Type Resolution and Polymorphism

When a variable is declared as num, the Dart compiler permits it to hold either an int or a double. The exact type is resolved at runtime based on the assigned value.
num a = 10;      // Compile-time type: num. Runtime type: int.
num b = 10.5;    // Compile-time type: num. Runtime type: double.

a = 20.5;        // Valid: 'a' can be reassigned to a double because its static type is num.
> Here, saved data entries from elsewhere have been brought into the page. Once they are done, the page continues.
import { parse } from 'parse5';
import { afterAll, beforeAll, describe, expect, it } from 'vitest';
import { outcomesReportSchema } from '../../src/contracts/outcomes-report.js';
import type { OutcomesReport } from '../../src/contracts/outcomes-report.js';
import { recordDemoOutcomes } from '../../src/demo/outcomes.js';
import { replayDemoDay } from '../../src/demo/replay.js';
import { renderOutcomesHtml } from '../../src/reports/outcomes-html.js';
import { readFileSync } from 'node:fs';
import { sealBundle } from '../../src/bundle/verify.js';
import { compareReportSchema } from '../../src/contracts/compare-report.js';
import { DAY_END, DAY_START, DEMO_DIR, demoBundle } from '../helpers/demo.js';
import { type TestService, startTestService } from '../helpers/service.js';

const WINDOW = `from=${new Date(DAY_START).toISOString()}&to=${new Date(DAY_END).toISOString()}`;

let svc: TestService;
let report: OutcomesReport;
beforeAll(async () => {
  svc = await startTestService({ bundles: [demoBundle()] });
  const day = await replayDemoDay(svc.app.scoring, 'moulding-quality', DEMO_DIR, DAY_START);
  expect(await recordDemoOutcomes(svc.store.outcomes, 'moulding-quality', day.shots)).toEqual({ sent: 666, recorded: 666, refused: 0 });
  const res = await svc.app.inject(`/v1/models/moulding-quality/outcomes-report?${WINDOW}`);
  expect(res.statusCode).toBe(200);
  report = res.json();
}, 60_000);
afterAll(async () => {
  await svc.close();
});

describe('GET /v1/models/{name}/outcomes-report on the demo day', () => {
  it('answers the report schema, counting the answers and outcomes the database holds', () => {
    expect(outcomesReportSchema.safeParse(report).error).toBeUndefined();
    // counted here with SQL of the test's own, not the store's
    const [counts] = svc.rows(
      `SELECT COUNT(*) AS scored, SUM(EXISTS (SELECT 1 FROM outcomes o WHERE o.request_id = s.request_id)) AS labelled,
              SUM((SELECT label FROM outcomes o WHERE o.request_id = s.request_id) = s.label) AS right
       FROM scored_requests s`,
    ) as Array<{ scored: number; labelled: number; right: number }>;
    expect([report.scored, report.labelled]).toEqual([counts?.scored, counts?.labelled]);
    expect(report.accuracy.value).toBeCloseTo((counts?.right ?? 0) / (counts?.labelled ?? 1), 14);
    expect(report.confusion.counts.flat().reduce((a, b) => a + b, 0)).toBe(report.labelled);
    expect(report.by_domain.in_domain.rows + report.by_domain.out_of_domain.rows).toBe(report.labelled);
    expect(report.by_margin.reduce((s, b) => s + b.rows, 0)).toBe(report.labelled);
  });

  it('shows in-domain answers right far more often than out-of-domain ones, as the invented day is built to', () => {
    const d = report.by_domain;
    expect(d.out_of_domain.rows).toBeGreaterThan(20);
    expect((d.in_domain.accuracy as number) - (d.out_of_domain.accuracy as number)).toBeGreaterThan(0.15);
    expect(d.p_value).toBeLessThan(0.001);
    expect(report.findings[0]).toMatch(/^Out-of-domain answers were right far less often: /);
  });

  it('answers the same report as a page with format=html and at the .html route, without an HTML parse error', async () => {
    const a = await svc.app.inject(`/v1/models/moulding-quality/outcomes-report?${WINDOW}&format=html`);
    const b = await svc.app.inject(`/v1/models/moulding-quality/outcomes-report.html?${WINDOW}`);
    expect(a.headers['content-type']).toBe('text/html; charset=utf-8');
    expect(b.headers['content-type']).toBe('text/html; charset=utf-8');
    const strip = (html: string) => html.replace(/made [^ ]+ ·/, '');
    expect(strip(a.body)).toBe(strip(b.body));
    for (const chart of ['confusion', 'reliability', 'margin']) expect(a.body).toContain(`data-chart="${chart}"`);
    const errors: string[] = [];
    parse(renderOutcomesHtml({ ...report, model: { ...report.model, name: 'a<b & "c"' }, findings: ['p < 1e-15 & more'] }), { onParseError: (e) => errors.push(e.code) });
    expect(errors).toEqual([]);
  });

  it('refuses an empty or too long window and a model the log never held', async () => {
    const empty = await svc.app.inject('/v1/models/moulding-quality/outcomes-report?from=2026-11-30T00:00:00Z&to=2026-11-30T00:00:00Z');
    expect(empty.statusCode).toBe(400);
    expect(empty.json().errors).toEqual([{ parameter: 'to', detail: 'must be later than from' }]);
    const long = await svc.app.inject('/v1/models/moulding-quality/outcomes-report?from=2024-01-01T00:00:00Z&to=2026-01-01T00:00:00Z');
    expect(long.json().errors).toEqual([{ parameter: 'from', detail: 'the window may span at most 366 days' }]);
    const none = await svc.app.inject('/v1/models/press-9/outcomes-report');
    expect([none.statusCode, none.json().type]).toEqual([404, 'urn:plumbline:problem:unlogged-model']);
  });

  it('says so, with nulls and no figures, over a window whose answers have no outcome yet', async () => {
    const res = await svc.app.inject('/v1/models/moulding-quality/outcomes-report?from=2026-12-01T00:00:00Z&to=2026-12-02T00:00:00Z');
    const r = res.json() as OutcomesReport;
    expect([r.scored, r.labelled, r.accuracy.value, r.log_loss]).toEqual([0, 0, null, null]);
    expect(r.findings).toHaveLength(1);
  });
});

describe('POST /v1/models/{name}/compare on the demo day', () => {
  const text = () => readFileSync(`${DEMO_DIR}models/moulding-quality.bundle.json`, 'utf8');
  const post = (body: string, query = WINDOW) => svc.app.inject({ method: 'POST', url: `/v1/models/moulding-quality/compare?${query}`, headers: { 'content-type': 'application/json' }, payload: body });

  it('rescores the day with the bundle in the body: the logged bundle agrees with itself on every answer', async () => {
    const res = await post(text());
    expect(res.statusCode).toBe(200);
    const r = res.json();
    expect(compareReportSchema.safeParse(r).error).toBeUndefined();
    expect([r.rows, r.agreement.rows, r.labelled, r.mcnemar.p_value]).toEqual([1999, 1999, 666, 1]);
    expect(r.in_domain.candidate).toBe(r.in_domain.current);
    expect(r.accuracy.candidate).toEqual(r.accuracy.current);
    expect(r.accuracy.current.value).toBeCloseTo(report.accuracy.value as number, 14);
  });

  it('refuses a body that is not a bundle, and a bundle that takes other features, with 422 problems', async () => {
    const notBundle = await post(JSON.stringify({ format: 'plumbline-bundle/2', name: 'x' }));
    expect([notBundle.statusCode, notBundle.json().type]).toEqual([422, 'urn:plumbline:problem:invalid-bundle']);
    const { sha256: _, ...body } = JSON.parse(text());
    body.features[9].name = 'part_weight_g';
    body.reference.features[9].name = 'part_weight_g';
    const other = await post(JSON.stringify(sealBundle(body)));
    expect([other.statusCode, other.json().type]).toEqual([422, 'urn:plumbline:problem:incompatible-bundle']);
    expect(other.json().detail).toContain('part_weight_g');
    const empty = await post(text(), 'from=2026-12-01T00:00:00Z&to=2026-11-30T00:00:00Z');
    expect(empty.statusCode).toBe(400);
  });
});

describe('the drift report of a window whose answers have outcomes', () => {
  it('carries the outcomes report figures, and its page an outcomes section with the same charts', async () => {
    const drift = await svc.app.reports.run('moulding-quality', { from: DAY_START, to: DAY_END }, 'request');
    const { model: _m, window: _w, created_at: _c, ...figures } = report;
    expect(drift.outcomes).toEqual({ ...figures, findings: expect.any(Array) });
    const res = await svc.app.inject(`/v1/drift-reports/${drift.id}.html`);
    expect(res.body).toContain('<h2 id="outcomes">');
    for (const chart of ['confusion', 'reliability', 'margin']) expect(res.body).toContain(`data-chart="${chart}"`);
    const errors: string[] = [];
    parse(res.body, { onParseError: (e) => errors.push(e.code) });
    expect(errors).toEqual([]);
  });

  it('has no outcomes section over a window none of whose answers has an outcome', async () => {
    // the day's first two shots; the third is the first inspected
    const drift = await svc.app.reports.run('moulding-quality', { from: DAY_START, to: DAY_START + 60_000 }, 'request');
    expect(drift.counts.scored).toBeGreaterThan(0);
    expect(drift.outcomes).toBeUndefined();
  });
});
Platform-Specific Memory Representation

The underlying memory representation of num subclasses depends on the compilation target:
  • Native (Dart VM / AOT): int is represented as a 64-bit two’s complement integer. double is represented as an IEEE 754 64-bit double-precision floating-point number.
  • Web (JavaScript): Because JavaScript lacks a distinct integer type, both int and double are mapped to JavaScript’s Number type (IEEE 754 double-precision float). Consequently, on the web, int precision is restricted to 25312^{53} - 1 (the maximum safe integer in JavaScript).

Core Properties

The num class defines several standard properties to evaluate the state of the numeric value:
num value = -42.5;

bool finite = value.isFinite;     // true (not NaN or infinity)
bool infinite = value.isInfinite; // false
bool nan = value.isNaN;           // false (Not-a-Number check)
bool negative = value.isNegative; // true
num sign = value.sign;            // -1.0 (Returns -1, 0, or 1 based on polarity)

Core Methods

num provides a standard suite of mathematical and transformation methods inherited by both int and double: Type Conversion:
num val = 42.9;
int asInt = val.toInt();       // 42 (truncates the fractional part)
double asDouble = val.toDouble(); // 42.9
Rounding and Bounding:
num val = 42.5;
num absolute = val.abs();             // 42.5
int ceiling = val.ceil();             // 43
int floor = val.floor();              // 42
int rounded = val.round();            // 43
int truncated = val.truncate();       // 42
num clamped = val.clamp(45.0, 50.0);  // 45.0 (bounds the value between lower and upper limits)

Parsing

The num class provides static methods for parsing string literals into numeric types. The parser automatically infers whether to return an int or a double based on the presence of a decimal point or exponent.
num parsed1 = num.parse('42');      // Returns int: 42
num parsed2 = num.parse('42.5');    // Returns double: 42.5

// tryParse returns null instead of throwing a FormatException on failure
num? safeParse = num.tryParse('invalid_number'); // Returns null

Operator Restrictions

While num supports standard arithmetic operators (+, -, *, /, %, ~/), it does not support bitwise operators (&, |, ^, ~, <<, >>, >>>). Bitwise operations are strictly defined on the int class. To perform bitwise operations on a num variable, it must first be explicitly cast or converted to an int.
num x = 5;
num y = 3;

// num result = x & y; // COMPILATION ERROR: The operator '&' isn't defined for the class 'num'.